Test result example (Gemma 4 E4B-it Q4_K_M, ctx=4096):

  • tokens/s depends on your actual hardware (Gemma 4 E4B is typically faster than comparable 8B models at the same quantization level, as it only activates 4.5B effective parameters during inference)

Method 2: Docker Method (Official ROCm llama.cpp Image)

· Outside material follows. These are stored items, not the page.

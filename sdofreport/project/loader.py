"""Read and validate a project file (TOML), reporting every problem at once.

Validation runs in phases: TOML syntax (with the line), then every key of every section
against :data:`~sdofreport.project.schema.SECTIONS` (unknown keys with a "did you mean"),
then cross-checks (unique ids, files present, limits that need a mass or height). Each
problem is ``(location, message)``; the location is a key path such as
``systems[2].limits.drift_ratio`` (array positions count from 1, in file order), shown
to the reader with the entry's id and the key's line (``line 31,
systems[frame].limits.drift_ratio``, see :mod:`sdofreport.project.locate`).
"""

from __future__ import annotations

import dataclasses
import difflib
import hashlib
import math
import os
import re
import tomllib
from datetime import datetime, timezone
from pathlib import Path

import numpy as np

from sdofreport import codes
from sdofreport.core.units import normalise_acceleration_unit
from sdofreport.errors import ProjectError
from sdofreport.project.model import (
    AnalysisSettings,
    DesignSpectrumSpec,
    VerticalSpectrumSpec,
    FragilitySpec,
    InelasticSpectraSpec,
    SyntheticSpec,
    ScalingSpec,
    Limits,
    ProcessingSettings,
    Project,
    Revision,
    natural_key,
    ProjectInfo,
    RecordSpec,
    SystemSpec,
)
from sdofreport.project.locate import describe, entry_ids, key_lines
from sdofreport.project.bounds import (
    MAX_NETWORK_DEPTH,
    MAX_PERIOD_S,
    MAX_SCALE,
    MAX_SPECTRAL_G,
    MAX_SYNTHETIC_SAMPLES,
)
from sdofreport.project.ids import id_case_problems, id_problem
from sdofreport.project.quantities import (
    QuantityError,
    parse_damper_coefficient,
    parse_quantity,
    save_memo,
)
from sdofreport.core.units import G
from sdofreport.project.schema import (
    DESIGN_SPECTRUM_KEYS,
    HYSTERESIS_PARAMETER_KEYS,
    OPTIONAL_DESIGN_KEYS,
    PROVENANCE_KEYS,
    PROVENANCE_RANGES,
    SECTIONS,
    SYSTEM_KIND_KEYS,
    TOP_LEVEL,
    KeySpec,
)
from sdofreport.core.hysteresis import HYSTERESIS_MODELS


class _Problems:
    """Collects ``(location, message)`` pairs in the order they are found."""

    def __init__(self, plain_si: bool = False) -> None:
        self.items: list[tuple[str, str]] = []
        #: Whether bare numbers for dimensional keys are SI ([project] plain_numbers).
        self.plain_si = plain_si

    def add(self, location: str, message: str) -> None:
        self.items.append((location, message))


def _did_you_mean(name: str, allowed) -> str:
    close = difflib.get_close_matches(name, list(allowed), n=1, cutoff=0.6)
    return f"; did you mean '{close[0]}'?" if close else \
        f"; allowed keys: {', '.join(allowed)}"


def _check_unknown(table: dict, section: str, location: str, problems: _Problems) -> None:
    allowed = SECTIONS[section]
    for key in table:
        if key not in allowed:
            problems.add(f"{location}.{key}" if location else key,
                         f"unknown key{_did_you_mean(key, allowed)}")


def _read_value(table: dict, spec: KeySpec, location: str, problems: _Problems):
    """The key's value converted to SI, its default when absent, or None on a problem."""
    where = f"{location}.{spec.name}"
    if spec.name not in table:
        if spec.required:
            problems.add(where, f"missing; expected {spec.description[0].lower()}"
                         f"{spec.description[1:].rstrip('.')} (example: {spec.name} = "
                         f"{spec.example})")
        return spec.default
    value = table[spec.name]
    if spec.type in ("text", "path"):
        if not isinstance(value, str) or not value.strip():
            problems.add(where, f"expected non-empty text, found {value!r}")
            return None
        return value.strip()
    if spec.type == "choice":
        choices = spec.choices or ()
        if spec.name == "units" and isinstance(value, str):
            try:
                return normalise_acceleration_unit(value)
            except ValueError:
                pass
        if value not in choices:
            problems.add(where, f"expected one of {', '.join(map(str, choices))}, found "
                         f"{value!r}")
            return None
        return value
    if spec.type == "boolean":
        if not isinstance(value, bool):
            problems.add(where, f"expected true or false, found {value!r}")
            return None
        return value
    if spec.type in ("number", "ratio", "integer"):
        if isinstance(value, bool) or not isinstance(value, (int, float)) or \
                not math.isfinite(float(value)):
            kind = "a whole number" if spec.type == "integer" else "a number"
            problems.add(where, f"expected {kind}, found {value!r}")
            return None
        if spec.type == "integer" and not isinstance(value, int):
            problems.add(where, f"expected a whole number, found {value!r}")
            return None
        if spec.type == "ratio" and not 0.0 <= value < 1.0:
            hint = f" (a percentage? use {value / 100:g})" if 1.0 <= value <= 100.0 else ""
            problems.add(where, f"expected a ratio from 0 up to (not including) 1, found "
                         f"{value!r}{hint}")
            return None
        return float(value) if spec.type != "integer" else int(value)
    if spec.type == "quantity":
        try:
            return parse_quantity(value, spec.dimension, plain_si=problems.plain_si,
                                  key=spec.name)
        except QuantityError as exc:
            problems.add(where, str(exc))
            return None
    return value  # lists and tables are checked by their own readers


def _positive(value, where: str, what: str, problems: _Problems, unit: str) -> bool:
    if value is not None and not value > 0:
        shown = f"{value:g} {unit}".strip()
        problems.add(where, f"{what} must be greater than 0, found {shown}")
        return False
    return True


def _input_file(base: Path, name: str, where: str, problems: _Problems) -> Path | None:
    """An input file named in the project, resolved; a problem when it is not a file."""
    try:
        path = (base / name).resolve()
    except (OSError, RuntimeError) as exc:  # e.g. a symbolic-link loop
        problems.add(where, f"file '{name}' cannot be opened ({exc})")
        return None
    if path.is_dir():
        problems.add(where, f"'{name}' is a folder, not a file (looked at {path})")
        return None
    if not path.is_file():
        problems.add(where, f"file '{name}' not found (looked for {path})")
        return None
    return path


def _read_processing(table, location: str, problems: _Problems,
                     base: ProcessingSettings) -> ProcessingSettings:
    if not isinstance(table, dict):
        problems.add(location, f"expected a table of processing settings, found {table!r}")
        return base
    _check_unknown(table, "processing", location, problems)
    spec = SECTIONS["processing"]
    order = _read_value(table, spec["baseline_order"], location, problems) \
        if "baseline_order" in table else base.baseline_order
    if order is not None and not 0 <= order <= 3:
        problems.add(f"{location}.baseline_order", f"expected an order from 0 to 3, found "
                     f"{order}")
        order = None
    band = base.bandpass_hz
    if "bandpass_hz" in table:
        raw = table["bandpass_hz"]
        if (not isinstance(raw, list) or len(raw) != 2 or
                not all(isinstance(v, (int, float)) and not isinstance(v, bool)
                        for v in raw)):
            problems.add(f"{location}.bandpass_hz", f"expected two corner frequencies "
                         f"[low, high] in Hz, found {raw!r}")
        elif not 0 < raw[0] < raw[1]:
            problems.add(f"{location}.bandpass_hz", f"expected 0 < low < high, found "
                         f"{raw!r}")
        else:
            band = (float(raw[0]), float(raw[1]))
    filter_order = base.filter_order
    if "filter_order" in table:
        filter_order = _read_value(table, spec["filter_order"], location, problems)
        if filter_order is not None and not 1 <= filter_order <= 8:
            problems.add(f"{location}.filter_order", f"expected an order from 1 to 8, "
                         f"found {filter_order}")
        if filter_order is None or not 1 <= filter_order <= 8:
            filter_order = base.filter_order
    taper = base.taper_s
    if "taper_s" in table:
        taper = _read_value(table, spec["taper_s"], location, problems)
        if taper is not None and not _positive(taper, f"{location}.taper_s", "the taper",
                                               problems, "s"):
            taper = None
    return ProcessingSettings(order, band, filter_order, taper)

If you prefer using Docker, refer to the official documentation:

Note: If using Docker, you need to install amdgpu-dkms:
https://rocm.docs.amd.com/projects/install-on-linux/en/latest/how-to/docker.html
These steps are included in the installation script mentioned earlier; if you did not run the script, you need to install it manually.

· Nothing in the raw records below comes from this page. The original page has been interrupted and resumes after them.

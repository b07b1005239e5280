"""
Design (target) spectra: ASCE/SEI 7-16, EN 1998-1:2004 and user tables.

Every function takes natural periods [s] and returns pseudo-spectral accelerations in
units of g (the trade convention for design spectra, hence the ``_g`` suffix). One
registry, :data:`DESIGN_SPECTRUM_KINDS`, names the kinds; :func:`design_spectrum`
validates a parameter set against :data:`DESIGN_SPECTRUM_PARAMETERS` and returns a
:class:`DesignSpectrum` that can be evaluated at any periods.

References
----------
.. [1] American Society of Civil Engineers, *Minimum Design Loads and Associated
   Criteria for Buildings and Other Structures*, ASCE/SEI 7-16. Reston, VA, USA: ASCE,
   2017, §11.4.6 (design response spectrum), §11.4.7 (MCE_R spectrum).
.. [2] CEN, *Eurocode 8: Design of structures for earthquake resistance — Part 1:
   General rules, seismic actions and rules for buildings*, EN 1998-1:2004. Brussels:
   CEN, 2004, §3.2.2.2 and Tables 3.2, 3.3.
"""

from __future__ import annotations

import difflib
from dataclasses import dataclass, field

import numpy as np

from sdofreport.core import _checks
from sdofreport.core._checks import positive as _positive
from sdofreport.core.spectra_current import (
    asce7_22_spectrum,
    check_multi_period,
    damping_correction,
    en1998_1_1_spectrum,
)

__all__ = [
    "DESIGN_SPECTRUM_KINDS",
    "DESIGN_SPECTRUM_PARAMETERS",
    "ASCE7_16_LEVELS",
    "EN1998_1_GROUND_TYPES",
    "EN1998_1_SPECTRUM_TYPES",
    "EN1998_1_TABLES",
    "EN1998Parameters",
    "DesignSpectrum",
    "asce7_16_spectrum",
    "en1998_1_parameters",
    "en1998_1_spectrum",
    "table_spectrum",
    "design_spectrum",
]

#: Every design-spectrum kind accepted by :func:`design_spectrum`.
DESIGN_SPECTRUM_KINDS = ("asce7-16", "asce7-22", "en1998-1", "en1998-1-1", "table")
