def decode_reply(data: bytes) -> ReplyMessage:
    """Decode and check a control reply (result key set per op; values are plain msgpack data)."""
    m = _unpack(data, MAX_CONTROL_BYTES, KIND_REPLY, False)
    _check_header(m, KIND_REPLY)
    ok = m.get("ok")
    if type(ok) is not bool:
        if "ok" not in m:
            raise _fail("missing_field", "reply.ok", None, "true or false")
        raise _fail("bad_type", "reply.ok", ok, "true or false")
    keys = _REPLY_OK_KEYS if ok else _REPLY_ERR_KEYS
    if m.keys() != keys:
        raise _key_error(m, "reply", keys, frozenset())
    seq = _int(m["seq"], "reply.seq", -1, SEQ_MAX)
    stamp = _int(m["stamp_ns"], "reply.stamp_ns", 0, STAMP_MAX)
    if not ok:
        op = _str(m["op"], "reply.op", MAX_NAME_CHARS, (*OPS, ""))
        err = _submap(m["error"], "reply.error", _ERROR_KEYS)
        code = _str(err["code"], "reply.error.code", MAX_NAME_CHARS, ERROR_CODES)
        message = _str(err["message"], "reply.error.message", MAX_TEXT_CHARS, allow_empty=True)
        return ReplyMessage(seq, stamp, op, False, {}, code, message)
    op = _str(m["op"], "reply.op", MAX_NAME_CHARS, OPS)
    result = _submap(m["result"], f"reply({op}).result", REPLY_RESULTS[op])
    _check_plain(result, f"reply({op}).result")
    return ReplyMessage(seq, stamp, op, True, result, None, None)


def _check_plain(v: Any, name: str) -> None:
    """Floats inside a reply result are finite."""
    t = type(v)
    if t is float:
        if not math.isfinite(v):
            raise _fail("non_finite", name, v, "finite numbers")
    elif t is dict:
        for k, x in v.items():
            _check_plain(x, f"{name}.{k}")
    elif t is list:
        for i, x in enumerate(v):
            _check_plain(x, f"{name}[{i}]")
    elif v is not None and t not in (bool, int, str):
        raise _fail("bad_type", name, v, "plain data: map, array, string, number, bool or nil")
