def test_observer_publishes_gauges_equal_to_the_window_statistics() -> None:
    reg = CollectorRegistry()
    settings = MonitorSettings(
        recent_n=40, reference_n=80, group_field="map", group_top_k=1, group_warmup_n=20,
        drift_fields=("map",),
    )  # fmt: skip
    mon = QualityMonitor(settings)
    clock = iter(range(10_000)).__next__  # one "second" per call
    obs = QualityObserver(mon, QualityMetrics(reg), "duel", publish_every_s=30, clock=clock)
    rng = np.random.default_rng(12)
    maps = ["saltflats", "glasswood", "sunken-bell"]
    for i in range(200):
        p = float(rng.uniform(0.2, 0.8))
        y = float(rng.random() < p)
        obs(_event(i, y, maps[i % 3] if i % 2 else "saltflats"), Prediction(p, 0.0), "elo")
    # Published when 30 clock seconds had passed: after events 30, 60, ..., 180.
    assert obs._published_at == 180
    obs.publish()
    snap = mon.models_["elo"].windows_["all"].recent.snapshot()
    labels = {"space": "duel", "model": "elo", "window": "recent", "group": "all"}
    assert reg.get_sample_value("streamrate_quality_log_loss", labels) == snap.log_loss
    assert reg.get_sample_value("streamrate_quality_ece", labels) == snap.ece
    assert reg.get_sample_value("streamrate_quality_calibration_slope", labels) == snap.slope
    psi_labels = {"space": "duel", "model": "elo", "feature": "map"}
    assert reg.get_sample_value("streamrate_drift_psi", psi_labels) == pytest.approx(
        mon.models_["elo"].drift_.psi()["map"]
    )
    # Bounded labels: "all", the top-1 map and "other" only.
    groups = {
        s.labels["group"]
        for fam in reg.collect()
        for s in fam.samples
        if fam.name == "streamrate_quality_ece"
    }
    assert groups == {ALL_GROUP, "saltflats", OTHER_GROUP}
    for fam in reg.collect():
        assert fam.documentation.strip(), fam.name
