@leaf
def _minibatch_loop(
    first, second, n1, n2, score, ctx_idx, ctx_val, time_s, feat_idx, feat_val,
    own, acc, last_t, fs_idx, fs_val, W, AW, G, AG, H, AH, sc, asc, cfg, hyp, p_out,
    uniq, loc1, loc2, gown, tmax, last_e, last_m, row, uinfo,
    od, base, q, gm, cols, vals, ncols, V6, gate2, out, gW, gG, gH, gsc,
    markW, listW, markC, listC,
):  # fmt: skip
    d, so = cfg[0], cfg[1]
    D = own.shape[1]
    VA, VB, EA, EB, dEA, dEB = V6[0], V6[1], V6[2], V6[3], V6[4], V6[5]
    gate, gg = gate2[0], gate2[1]
    nW, nC = 0, 0
    upto = so if cfg[9] else D  # columns with AdaGrad steps
    k1 = first.shape[1]
    has_ef = feat_idx.shape[0] > 0 and feat_idx.shape[2] > 0
    for e in range(first.shape[0]):
        _event(e, first, second, n1, n2, ctx_idx, ctx_val, time_s, feat_idx, feat_val,
               own, last_t, fs_idx, fs_val, W, G, H, sc, cfg, hyp,
               od, base, q, cols, vals, ncols, VA, VB, EA, EB, gate, out)  # fmt: skip
        if cfg[8] or cfg[9]:
            _widen(e, first, second, n1, n2, time_s, acc, last_t, sc, cfg, hyp, out, EA, EB,
                   gate)  # fmt: skip
        p_out[e, 0] = out[0]
        p_out[e, 1] = out[1]
        nW, nC = _grads(e, first, second, n1, n2, ctx_idx, ctx_val, score, cfg, hyp,
                        od, base, q, cols, vals, ncols, VA, VB, EA, EB, gate, out,
                        dEA, dEB, gg, gm, gW, gG, gH, gsc, markW, listW, nW,
                        markC, listC, nC)  # fmt: skip
        now = time_s[e]
        nowr = hyp[5] if math.isnan(now) else now
        h = _curv(out, cfg[4])
        for side in range(2):
            locs = loc1 if side == 0 else loc2
            rows = first if side == 0 else second
            n = n1[e] if side == 0 else n2[e]
            off = 0 if side == 0 else k1
            for j in range(n):
                u = locs[e, j]
                if u < 0:
                    continue
                for t in range(upto):
                    gown[u, t] += gm[off + j, t]
                if cfg[8]:
                    v = _v_eff(rows[e, j], 0, nowr, acc, last_t, hyp[8], hyp[9])
                    gs, info = _u_terms(1.0 / n, v, h, out[5])
                    uinfo[u, 0] += gm[off + j, 0] * gs
                    uinfo[u, 1] += info
                if cfg[9]:
                    for grp in range(2):
                        lo = so + grp * d
                        v = _v_eff(rows[e, j], lo, nowr, acc, last_t, hyp[10], hyp[11])
                        gs, info = _vec_terms(1.0 / n, v, out[6 + 2 * side + grp], h, out[5])
                        for t in range(lo, lo + d):
                            gown[u, t] += gm[off + j, t] * gs
                        uinfo[u, 2 + grp] += info
                if not math.isnan(now) and (math.isnan(tmax[u]) or now > tmax[u]):
                    tmax[u] = now
                if has_ef and feat_idx[e, off + j, 0] >= 0:
                    last_e[u] = e
                    last_m[u] = off + j
    lr = hyp[0]
    forget = hyp[4]
    for u in range(uniq.shape[0]):
        r = uniq[u]
        now = tmax[u]
        dec = 1.0
        if forget > 0.0 and last_t.shape[0] > 0 and not math.isnan(now):
            lt = last_t[r]
            if not math.isnan(lt) and now > lt:
                dec = math.exp(-forget * (now - lt) / 86400.0)
        for t in range(D):
            row[t] = own[r, t] * dec
        nowr = hyp[5] if math.isnan(now) else now
        v, va, vc = 0.0, 0.0, 0.0
        if cfg[8]:
            v = _v_eff(r, 0, nowr, acc, last_t, hyp[8], hyp[9])
        if cfg[9]:
            va = _v_eff(r, so, nowr, acc, last_t, hyp[10], hyp[11])
            vc = _v_eff(r, so + d, nowr, acc, last_t, hyp[10], hyp[11])
        _store_member(r, now, row, gown[u], own, acc, last_t, lr, hyp[7], so, upto)
        if cfg[8]:
            _u_store(r, nowr, row[0], v, uinfo[u, 0], uinfo[u, 1], own, acc, last_t)
        if cfg[9]:
            _vec_store(r, row, gown[u], 1.0, va, uinfo[u, 2], so, d, own, acc)
            _vec_store(r, row, gown[u], 1.0, vc, uinfo[u, 3], so + d, d, own, acc)
            if not math.isnan(nowr):
                last_t[r] = nowr
        if last_e[u] >= 0:
            _store_features(r, last_e[u], last_m[u], fs_idx, fs_val, feat_idx, feat_val)
    _apply_shared(W, AW, G, AG, H, AH, sc, asc, gW, gG, gH, gsc, markW, listW, nW,
                  markC, listC, nC, cfg, hyp)  # fmt: skip
    for e in range(first.shape[0]):
        now = time_s[e]
        if not math.isnan(now) and (math.isnan(hyp[5]) or now > hyp[5]):
            hyp[5] = now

1. Pull the Container Image

bash
export MODEL_PATH='~/models'

sudo docker run -it \
  --name=$(whoami)_llamacpp \
  --privileged --network=host \
  --device=/dev/kfd --device=/dev/dri \
  --group-add video --cap-add=SYS_PTRACE \
  --security-opt seccomp=unconfined \
  --ipc=host --shm-size 16G \
  -v $MODEL_PATH:/data \
  rocm/dev-ubuntu-24.04:7.0-complete

2. Prepare the Workspace Inside the Container

After entering the container, set up your working directory and dependencies:

bash
apt-get update && apt-get install -y nano libcurl4-openssl-dev cmake git
mkdir -p /workspace && cd /workspace

3. Clone the ROCm Official llama.cpp Repository Inside the Container

bash
git clone https://github.com/ROCm/llama.cpp
cd llama.cpp

4. Set the ROCm Architecture (Using AI MAX 395 as Example)

bash
export LLAMACPP_ROCM_ARCH=gfx1151

To compile for multiple micro-architectures simultaneously:

bash
export LLAMACPP_ROCM_ARCH=gfx803,gfx900,gfx906,gfx908,gfx90a,gfx942,gfx1010,gfx1030,gfx1032,gfx1100,gfx1101,gfx1102,gfx1150,gfx1151

5. Build and Install llama.cpp

bash
HIPCXX="$(hipconfig -l)/clang" HIP_PATH="$(hipconfig -R)" cmake -S . -B build -DGGML_HIP=ON -DAMDGPU_TARGETS=$LLAMACPP_ROCM_ARCH -DCMAKE_BUILD_TYPE=Release -DLLAMA_CURL=ON && \
cmake --build build --config Release -j$(nproc)

6. Test the Installation

bash
cd /workspace/llama.cpp
./build/bin/test-backend-ops

7. Run Gemma 4 E4B-it Q4_K_M Test

bash
./build/bin/llama-cli \
  -m /data/google_gemma-4-E4B-it-GGUF/gemma-4-E4B-it-Q4_K_M.gguf \
  -ngl 99 \
  -c 8192 \
  -p "Explain large language models in one sentence"

Screenshot example:

Test result (Gemma 4 E4B-it Q4_K_M, ctx=4096):

  • tokens/s depends on your actual hardware

To experience Gemma 4's multimodal capabilities (image/video/audio input), you need to use a llama.cpp build that supports multimodal, along with an mmproj projection file; specify it via --mmproj <path> when launching the CLI, and pass images via --image <path>. Please refer to the latest llama.cpp documentation for specific parameters.